WINFIELD | The nearly yearlong saga of the malfunctioning sanitary sewer lift station shared by Deer Creek Estates and Wyndance subdivisions and the moratorium on building and occupancy permits in both subdivisions is nearing an end.
Last week, the Town Council voted 5-0 to sign a three-party agreement that will give Winfield ownership of the Deer Creek sewer lift station that serves all homes in both subdivisions. It’s an agreement that’s been under negotiation since April.
Dave Van Dyke, owner of Precision Homes Inc. of Highland, is another party to the agreement.
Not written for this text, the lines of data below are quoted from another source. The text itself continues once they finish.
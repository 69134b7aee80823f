package planarize_test

import (
	"math/bits"
	"testing"

	"github.com/gridwood/gridwood/planarize"
)

// maxFuzzVertices bounds the graphs of FuzzEmbed so that the brute-force
// planarity test below stays cheap: it enumerates set partitions, of which
// 9 vertices have Bell(9) = 21147.
const maxFuzzVertices = 9

// decodeGraph turns fuzz bytes into a graph: the first byte gives n in
// 0..maxFuzzVertices, each following pair of bytes an edge (u mod n,
// v mod n). Loops and repeats are left in for Simplify to remove.
func decodeGraph(data []byte) (int, [][2]int32) {
	if len(data) == 0 {
		return 0, nil
	}
	n := int(data[0]) % (maxFuzzVertices + 1)
	var edges [][2]int32
	if n == 0 {
		return 0, nil
	}
	for i := 1; i+1 < len(data); i += 2 {
		edges = append(edges, [2]int32{int32(data[i]) % int32(n), int32(data[i+1]) % int32(n)})
	}
	return n, edges
}

// noKuratowskiMinor reports whether the simple graph on n <= 16 vertices,
// given by adjacency bit masks, has neither K5 nor K3,3 as a minor, which
// by Wagner's theorem (K. Wagner, "Über eine Eigenschaft der ebenen
// Komplexe", Math. Ann. 114 (1937)) means it is planar.
//
// A minor model of a graph H is a family of disjoint connected vertex sets
// (branch sets), one per vertex of H, with an edge between the sets of
// every edge of H. Any model extends to a partition of all vertices into
// connected blocks (add the components of the unused vertices as blocks),
// so G has an H minor iff some partition of V(G) into connected blocks has
// a quotient graph containing H as a subgraph. The test enumerates all set
// partitions as restricted growth strings and looks for K5 (five pairwise
// adjacent blocks) and K3,3 (three blocks with three common neighbours).
func noKuratowskiMinor(n int, adj []uint16) bool {
	if n < 5 {
		return true
	}
	block := make([]int, n)
	var rec func(i, blocks int) bool // true when a minor is found
	rec = func(i, blocks int) bool {
		if i == n {
			return blocks >= 5 && quotientHasK5orK33(n, adj, block, blocks)
		}
		for b := 0; b <= blocks && b < n; b++ {
			block[i] = b
			nb := blocks
			if b == blocks {
				nb++
			}
			if rec(i+1, nb) {
				return true
			}
		}
		return false
	}
	return !rec(0, 0)
}

func quotientHasK5orK33(n int, adj []uint16, block []int, blocks int) bool {
	members := make([]uint16, blocks)
	for v := range n {
		members[block[v]] |= 1 << v
	}
	// Every block must be connected.
	for _, m := range members {
		start := m & -m
		reach := start
		for {
			next := reach
			for r := reach; r != 0; r &= r - 1 {
				next |= adj[bits.TrailingZeros16(r)] & m
			}
			if next == reach {
				break
			}
			reach = next
		}
		if reach != m {
			return false
		}
	}
	q := make([]uint16, blocks)
	for v := range n {
		for r := adj[v]; r != 0; r &= r - 1 {
			if w := bits.TrailingZeros16(r); block[w] != block[v] {
				q[block[v]] |= 1 << block[w]
			}
		}
	}
	// K3,3: three blocks A with at least three common neighbours outside A.
	for a := 0; a < blocks; a++ {
		for b := a + 1; b < blocks; b++ {
			for c := b + 1; c < blocks; c++ {
				common := q[a] & q[b] & q[c] &^ (1<<a | 1<<b | 1<<c)
				if bits.OnesCount16(common) >= 3 {
					return true
				}
			}
		}
	}
	// K5: five pairwise adjacent blocks.
	var clique func(cand uint16, size int) bool
	clique = func(cand uint16, size int) bool {
		if size == 5 {
			return true
		}
		for r := cand; r != 0; r &= r - 1 {
			v := bits.TrailingZeros16(r)
			if clique(r&q[v]&^(1<<(v+1)-1), size+1) {
				return true
			}
		}
		return false
	}
	return clique(1<<blocks-1, 0)
}

func adjacency(n int, edges [][2]int32) []uint16 {
	adj := make([]uint16, n)
	for _, e := range edges {
		adj[e[0]] |= 1 << e[1]
		adj[e[1]] |= 1 << e[0]
	}
	return adj
}

// TestWagnerBruteForceMatchesOEIS checks the brute-force test against the
// number of labelled planar graphs on n vertices, OEIS A066537: 1, 2, 8,
// 64, 1023, 32071 for n = 1..6. On 5 vertices only K5 itself is not planar.
func TestWagnerBruteForceMatchesOEIS(t *testing.T) {
	want := []int{1, 2, 8, 64, 1023, 32071} // OEIS A066537, n = 1..6
	for n := 1; n <= 6; n++ {
		var pairs [][2]int32
		for u := range n {
			for v := u + 1; v < n; v++ {
				pairs = append(pairs, [2]int32{int32(u), int32(v)})
			}
		}
		planar, lr := 0, 0
		for mask := range 1 << len(pairs) {
			var edges [][2]int32
			for i, p := range pairs {
				if mask>>i&1 == 1 {
					edges = append(edges, p)
				}
			}
			brute := noKuratowskiMinor(n, adjacency(n, edges))
			if brute {
				planar++
			}
			if planarize.IsPlanar(n, edges) {
				lr++
			}
			if brute != planarize.IsPlanar(n, edges) {
				t.Errorf("n=%d %v: brute force %v, IsPlanar %v", n, edges, brute, !brute)
			}
		}
		if planar != want[n-1] {
			t.Errorf("n=%d: brute force counts %d planar graphs, OEIS A066537 says %d", n, planar, want[n-1])
		}
		if lr != want[n-1] {
			t.Errorf("n=%d: IsPlanar counts %d planar graphs, OEIS A066537 says %d", n, lr, want[n-1])
		}
	}
}

// TestWagnerBruteForceKnownGraphs pins the brute force on graphs of 7 to 9
// vertices whose planarity is textbook (common practice): the Wagner graph
// V8 (has a K3,3 minor), K3,3 subdivided, K5 plus a pendant path, the cube,
// the wheel W8 and a maximal planar graph on 9 vertices.
func TestWagnerBruteForceKnownGraphs(t *testing.T) {
	cycle := func(n int) [][2]int32 {
		var e [][2]int32
		for i := range n {
			e = append(e, [2]int32{int32(i), int32((i + 1) % n)})
		}
		return e
	}
	v8 := append(cycle(8), [2]int32{0, 4}, [2]int32{1, 5}, [2]int32{2, 6}, [2]int32{3, 7})
	k33sub := [][2]int32{{0, 3}, {0, 4}, {0, 6}, {6, 5}, {1, 3}, {1, 4}, {1, 5}, {2, 3}, {2, 7}, {7, 4}, {2, 5}}
	k5path := [][2]int32{{0, 1}, {0, 2}, {0, 3}, {0, 4}, {1, 2}, {1, 3}, {1, 4}, {2, 3}, {2, 4}, {3, 4}, {4, 5}, {5, 6}}
	cube := [][2]int32{{0, 1}, {1, 2}, {2, 3}, {3, 0}, {4, 5}, {5, 6}, {6, 7}, {7, 4}, {0, 4}, {1, 5}, {2, 6}, {3, 7}}
	wheel := cycle(8)
	for i := range 8 {
		wheel = append(wheel, [2]int32{8, int32(i)})
	}
	// A stacked triangulation: start with triangle 0 1 2, put each new
	// vertex into a face of the previous one; 3n-6 = 21 edges for n = 9.
	stacked := [][2]int32{{0, 1}, {1, 2}, {2, 0}}
	faces := [][3]int32{{0, 1, 2}}
	for v := int32(3); v < 9; v++ {
		f := faces[len(faces)-1]
		stacked = append(stacked, [2]int32{v, f[0]}, [2]int32{v, f[1]}, [2]int32{v, f[2]})
		faces = append(faces, [3]int32{f[0], f[1], v}, [3]int32{f[1], f[2], v}, [3]int32{f[0], f[2], v})
	}
	if len(stacked) != 21 {
		t.Fatalf("stacked triangulation has %d edges, want 3n-6 = 21", len(stacked))
	}
	for _, tc := range []struct {
		name   string
		n      int
		edges  [][2]int32
		planar bool
	}{
		{"Wagner V8", 8, v8, false},
		{"K3,3 subdivided", 8, k33sub, false},
		{"K5 with a pendant path", 7, k5path, false},
		{"cube", 8, cube, true},
		{"wheel W8", 9, wheel, true},
		{"stacked triangulation", 9, stacked, true},
	} {
		if got := noKuratowskiMinor(tc.n, adjacency(tc.n, tc.edges)); got != tc.planar {
			t.Errorf("%s: brute force says planar=%v", tc.name, got)
		}
	}
}

// FuzzEmbed checks the planarity test and embedder on small graphs against
// the brute force: IsPlanar and Embed agree with it, and a planar verdict
// comes with a valid rotation system (every dart of a vertex in one cycle
// of Next, Prev its inverse) whose faces satisfy Euler's formula
// V - E + F = 1 + C counted per component, i.e. Faces() = 2C - V + E
// (SOURCES.md); the faces are traced here independently of Faces().
func FuzzEmbed(f *testing.F) {
	f.Add([]byte{5, 0, 1, 0, 2, 0, 3, 0, 4, 1, 2, 1, 3, 1, 4, 2, 3, 2, 4, 3, 4})             // K5
	f.Add([]byte{6, 0, 3, 0, 4, 0, 5, 1, 3, 1, 4, 1, 5, 2, 3, 2, 4, 2, 5})                   // K3,3
	f.Add([]byte{6, 0, 1, 0, 2, 0, 3, 0, 4, 1, 2, 1, 3, 1, 5, 2, 4, 2, 5, 3, 4, 3, 5, 4, 5}) // octahedron
	f.Add([]byte{8, 0, 1, 1, 2, 2, 3, 3, 4, 4, 5, 5, 6, 6, 7, 7, 0, 0, 4, 1, 5, 2, 6, 3, 7}) // Wagner V8
	f.Add([]byte{9, 0, 0, 1, 1, 0, 1, 1, 0, 3, 4})                                           // loops, repeats, isolated vertices
	f.Add([]byte{})
	f.Fuzz(func(t *testing.T, data []byte) {
		n, raw := decodeGraph(data)
		edges, _ := planarize.Simplify(n, raw)
		want := noKuratowskiMinor(n, adjacency(n, edges))
		if got := planarize.IsPlanar(n, edges); got != want {
			t.Fatalf("n=%d %v: IsPlanar %v, brute force %v", n, edges, got, want)
		}
		emb, ok := planarize.Embed(n, edges)
		if ok != want {
			t.Fatalf("n=%d %v: Embed %v, brute force %v", n, edges, ok, want)
		}
		if !ok {
			if emb != nil {
				t.Fatalf("Embed returned an embedding with false")
			}
			return
		}
		checkRotationSystem(t, n, edges, emb)
	})
}

func checkRotationSystem(t *testing.T, n int, edges [][2]int32, emb *planarize.Embedding) {
	t.Helper()
	if emb.N() != n || emb.M() != len(edges) {
		t.Fatalf("embedding has %d vertices and %d edges, want %d and %d", emb.N(), emb.M(), n, len(edges))
	}
	for i, e := range edges {
		if emb.Edge(i) != e {
			t.Fatalf("edge %d is %v, want %v", i, emb.Edge(i), e)
		}
	}
	darts := int32(2 * len(edges))
	for d := range darts {
		if emb.Tail(d) != edges[d/2][d%2] || emb.Head(d) != edges[d/2][1-d%2] {
			t.Fatalf("dart %d: tail %d head %d, edge %v", d, emb.Tail(d), emb.Head(d), edges[d/2])
		}
		nx := emb.Next(d)
		if nx < 0 || nx >= darts || emb.Tail(nx) != emb.Tail(d) || emb.Prev(nx) != d {
			t.Fatalf("dart %d: Next %d is not a dart at the same vertex with Prev back", d, nx)
		}
	}
	deg := make([]int, n)
	for _, e := range edges {
		deg[e[0]]++
		deg[e[1]]++
	}
	for v := range int32(n) {
		if emb.Degree(v) != deg[v] {
			t.Fatalf("vertex %d: Degree %d, want %d", v, emb.Degree(v), deg[v])
		}
		first := emb.First(v)
		if deg[v] == 0 {
			if first != -1 {
				t.Fatalf("isolated vertex %d: First %d", v, first)
			}
			continue
		}
		// The rotation at v is one cycle through all deg[v] darts.
		seen := map[int32]bool{}
		d := first
		for !seen[d] {
			seen[d] = true
			d = emb.Next(d)
		}
		if d != first || len(seen) != deg[v] {
			t.Fatalf("vertex %d: rotation is not one cycle of its %d darts", v, deg[v])
		}
	}
	// Faces: the dart after u->v on its face is the one before v->u in the
	// counter-clockwise rotation at v.
	seen := make([]bool, darts)
	faces := 0
	for d := range darts {
		if seen[d] {
			continue
		}
		faces++
		for x := d; !seen[x]; x = emb.Prev(x ^ 1) {
			seen[x] = true
		}
	}
	// Components by union-find, isolated vertices included.
	parent := make([]int32, n)
	for v := range parent {
		parent[v] = int32(v)
	}
	var find func(int32) int32
	find = func(x int32) int32 {
		for parent[x] != x {
			parent[x] = parent[parent[x]]
			x = parent[x]
		}
		return x
	}
	comps := n
	for _, e := range edges {
		if a, b := find(e[0]), find(e[1]); a != b {
			parent[a] = b
			comps--
		}
	}
	isolated := 0
	for v := range n {
		if deg[v] == 0 {
			isolated++
		}
	}
	// Each isolated vertex is a component with one face of its own.
	if want := 2*comps - n + len(edges); faces+isolated != want {
		t.Fatalf("%d faces traced (+%d isolated), Euler wants %d for V=%d E=%d C=%d: %v", faces, isolated, want, n, len(edges), comps, edges)
	}
	if emb.Faces() != faces+isolated || emb.Components() != comps {
		t.Fatalf("Faces() %d Components() %d, traced %d and counted %d", emb.Faces(), emb.Components(), faces+isolated, comps)
	}
}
He developed Wyndance and Deer Creek Estates as Deer Creek Investors LLC and Deer Creek Development LLC.
The third party to the agreement Ken Thieneman, who with his wife, Shannon, also developed Wyndance and built homes in the subdivision as Thieneman Homes Inc.
Thieneman Construction, a Merrillville-based company Ken Thieneman owns, did the sewer work in the Wyndance subdivision. He is former president of the Winfield Town Council and former president of the Winfield Sewer Board.
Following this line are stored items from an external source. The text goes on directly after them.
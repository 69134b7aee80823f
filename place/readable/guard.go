package readable

import (
	"math"
	"slices"

	"github.com/gridwood/gridwood/place/mesh"
	"github.com/gridwood/gridwood/place/stress"
)

// guard runs guarded stress majorization on one drawing: x, y are the
// positions, kept equal to the mesh's.
type guard struct {
	mesh   *mesh.Mesh
	model  *stress.Model
	x, y   []float64
	hw, hh []float64
	gap    float64 // between boxes
	// edgeGap is the clear space between a box and an edge passing by.
	edgeGap float64
	edges   [][2]int32
	corner  []mesh.Corner // the star being looked at
	// margins makes the barrier keep boxes, not only points, clear.
	margins bool
	// jumps lets a vertex whose move is stopped early jump to its target.
	jumps bool
	// minHeight is, per vertex, the distance from an edge (or another
	// vertex) below which the barrier starts to cost.
	minHeight []float64
	// conflicts lists, with margins, the boxes and edges too near each
	// vertex's box (see findConflicts), found anew every sweep.
	conflicts [][]conflict
	// lengths are the edges' ideal lengths, and reach the frame's reach
	// when the triangulation is rebuilt (see uncrush).
	lengths []float64
	reach   float64
	adj     [][]int32 // the graph's neighbours, made by runActive
}

// Move rules: a vertex's least height is minHeightShare of its edges'
// mean ideal length (see barrier, weighted by barrierWeight); a move goes
// at most freeSideShare of the way to any side of its star, and tries
// that and steps-1 halvings of it; a vertex that cannot get jumpShare of
// the way to its target tries to jump there.
const (
	minHeightShare = 0.25
	barrierWeight  = 4
	freeSideShare  = 0.9
	steps          = 8
	jumpShare      = 0.5
	floorShare     = 0.05
)

// run makes up to sweeps sweeps over the vertices in index order, each
// vertex stepping toward its stress target as far as the guard allows; it
// stops early when a sweep moves the vertices less than tol times the
// mean ideal length on average, and returns the sweeps made.
func (g *guard) run(sweeps int, tol float64) int {
	n := len(g.x)
	unit := g.meanIdeal()
	last := 0.0
	inflations := 0
	movedBy := make([]float64, n)
	for s := 0; s < sweeps; s++ {
		moved := 0.0
		if s%uncrushEvery == 0 && inflations < maxInflations {
			if (!g.margins && g.uncrush(g.lengths, g.reach)) || (g.margins && g.inflateCrowded()) {
				last = 0
				inflations++
			}
		}
		g.mesh.LegalizeAll()
		if g.margins && s%activeConflictsEvery == 0 && g.stretchNeeded() <= clearEnough {
			return s // every box clear: the margins phase is done
		}
		if g.margins {
			g.findConflicts()
		}
		for v := range int32(n) {
			movedBy[v] = g.stepToTarget(v)
			moved += movedBy[v]
		}
		if moved < tol*unit*float64(n) {
			return s + 1 + g.runActive(movedBy, (sweeps-s-1)*n, tol*unit)
		}
		// Every stressCheck sweeps: stop when stress fell by less than
		// tol in that time (a slow drift, or jumps back and forth). The
		// margins phase may raise stress to part boxes: it stops on
		// movement and its bound alone.
		if (s+1)%stressCheck == 0 && !g.margins {
			st := g.model.Stress(g.x, g.y)
			if last > 0 && st > float64((1-tol)*last) {
				return s + 1
			}
			last = st
		}
	}
	return sweeps
}

// stepToTarget steps v toward its stress target (cleared of its box
// conflicts in the margins phase) and returns the distance moved.
func (g *guard) stepToTarget(v int32) float64 {
	tx, ty, w, ok := g.model.TargetWeight(v, g.x, g.y)
	if !ok {
		return 0
	}
	tx, ty = g.model.Project(v, tx, ty, g.x, g.y)
	if g.margins {
		tx, ty = g.clearTarget(v, tx, ty, w)
	}
	return g.step(v, tx, ty, w)
}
In March, the Town Council unanimously voted to cease issuance of both building and occupancy permits in the two subdivisions. That’s because the sanitary sewer system and sewage lift station privately owned and operated by Van Dyke weren’t built according to the plans submitted to the town. According to the agreement, the facilities "were not in accordance with the plans for the sanitary sewer facilities," it states.
Before the moratorium, the villa homes in Wyndance built by Thieneman were listed as starting at more than $180,000. Single-family homes started at more than $260,000. Homes in Deer Creek Estates ranged from $280,000 to more than $800,000.
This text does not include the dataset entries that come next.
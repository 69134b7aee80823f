package planarize

import (
	"testing"

	"github.com/gridwood/gridwood/internal/graphgen"
)

// shortestCycleByBFS is the oracle for shortCycles: one plain
// breadth-first search from one end of e, in the graph without e, to the
// other end.
func shortestCycleByBFS(n int, edges [][2]int32, e int) int {
	adj := make([][]int32, n)
	for i, uv := range edges {
		if i != e {
			adj[uv[0]] = append(adj[uv[0]], uv[1])
			adj[uv[1]] = append(adj[uv[1]], uv[0])
		}
	}
	dist := make([]int, n)
	for i := range dist {
		dist[i] = -1
	}
	u, v := edges[e][0], edges[e][1]
	dist[u] = 0
	queue := []int32{u}
	for len(queue) > 0 {
		x := queue[0]
		queue = queue[1:]
		for _, w := range adj[x] {
			if dist[w] < 0 {
				dist[w] = dist[x] + 1
				queue = append(queue, w)
			}
		}
	}
	if dist[v] < 0 {
		return 0
	}
	return dist[v] + 1
}

// TestShortCycles compares the two-ended bounded search with the plain
// search on every edge of graphs whose girths are handbook facts (common
// practice): the Petersen graph and the dodecahedron 5, the cube and grids
// 4, cycles their length, K4 and wheels 3; and on a path (no cycle),
// random planar graphs and a random tree with strays.
func TestShortCycles(t *testing.T) {
	graphs := []graphgen.Graph{
		graphgen.Petersen(), graphgen.Dodecahedron(), graphgen.Cube(), graphgen.Cycle(5), graphgen.Cycle(12), graphgen.Cycle(13),
		graphgen.Complete(4), graphgen.Path(6), graphgen.Grid(6, 7), graphgen.Wheel(9),
		graphgen.RandomPlanar(300, 0.5, 2), graphgen.RandomPlanar(300, 0.7, 3),
		graphgen.WithStrays(graphgen.RandomTree(200, 4), 6, 4),
	}
	girth := map[string]int{"petersen": 5, "dodecahedron": 5, "cube": 4, "grid-6x7": 4,
		"cycle-5": 5, "cycle-12": 12, "cycle-13": 13, "complete-4": 3, "wheel-9": 3}
	checked := 0
	for _, g := range graphs {
		edges, _ := Simplify(g.N, g.Edges)
		c := newShortCycles(g.N, edges, newCSR(g.N, edges))
		least := 0
		for e := range edges {
			want := shortestCycleByBFS(g.N, edges, e)
			for _, maxLen := range []int{4, 7, maxCycleLength, 1000} {
				got, spent := c.through(int32(e), maxLen, 1<<30)
				w := want
				if w > maxLen {
					w = 0
				}
				if got != w {
					t.Fatalf("%s edge %d: cycle of %d up to %d, want %d", g.Name, e, got, maxLen, w)
				}
				if spent > 2*len(edges) {
					t.Fatalf("%s edge %d: %d steps for %d edges", g.Name, e, spent, len(edges))
				}
			}
			if want > 0 && (least == 0 || want < least) {
				least = want
			}
		}
		if w, ok := girth[g.Name]; ok {
			checked++
			if least != w {
				t.Errorf("%s: girth %d, want %d", g.Name, least, w)
			}
		}
	}
	if checked != len(girth) {
		t.Errorf("%d of %d girths checked: a graph's name changed", checked, len(girth))
	}
}

// TestShortCyclesWorkBound checks that the search gives up, and says so
// with 0, once its work bound is spent: on a 40 x 40 grid the cycle
// through a boundary edge is 4, found after a handful of steps, but not
// within 2.
func TestShortCyclesWorkBound(t *testing.T) {
	g := graphgen.Grid(40, 40)
	c := newShortCycles(g.N, g.Edges, newCSR(g.N, g.Edges))
	if l, _ := c.through(0, maxCycleLength, 1<<20); l != 4 {
		t.Fatalf("cycle of %d through a grid edge, want 4", l)
	}
	if l, spent := c.through(0, maxCycleLength, 2); l != 0 || spent <= 2 {
		t.Fatalf("with 2 steps of work: cycle %d after %d steps, want 0 after more than 2", l, spent)
	}
}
The agreement hammered out by lawyers for all parties calls for Van Dyke to transfer all ownership and title to the lift station and sanitary sewer facilities as well as easements.
In return, Winfield will pay Van Dyke $62,000 for transferring ownership. The transfer price will be paid from the Wyndance performance bonds that were previously called by the town. The funds from those bonds also will be used to bring the lift station up to code.
In addition, the moratorium on building and occupancy permits will be lifted as part of the agreement.
Emergency measures have been needed to prevent raw sewage from entering Deer Creek and making its way into Lake Michigan if the lift station failed. However, the repairs couldn’t be done until the town owned the facility.
On Dec. 3, the Winfield Sewer Board approved those emergency repairs, which can be done when the transfer of ownership is completed.
At that meeting, Town Councilman Don Samburg told the Sewer Board that the Deer Creek sanitary lift station has only one functioning pump and no backup generator.
Samburg has taken responsibility for analyzing the town’s entire sanitary sewer system.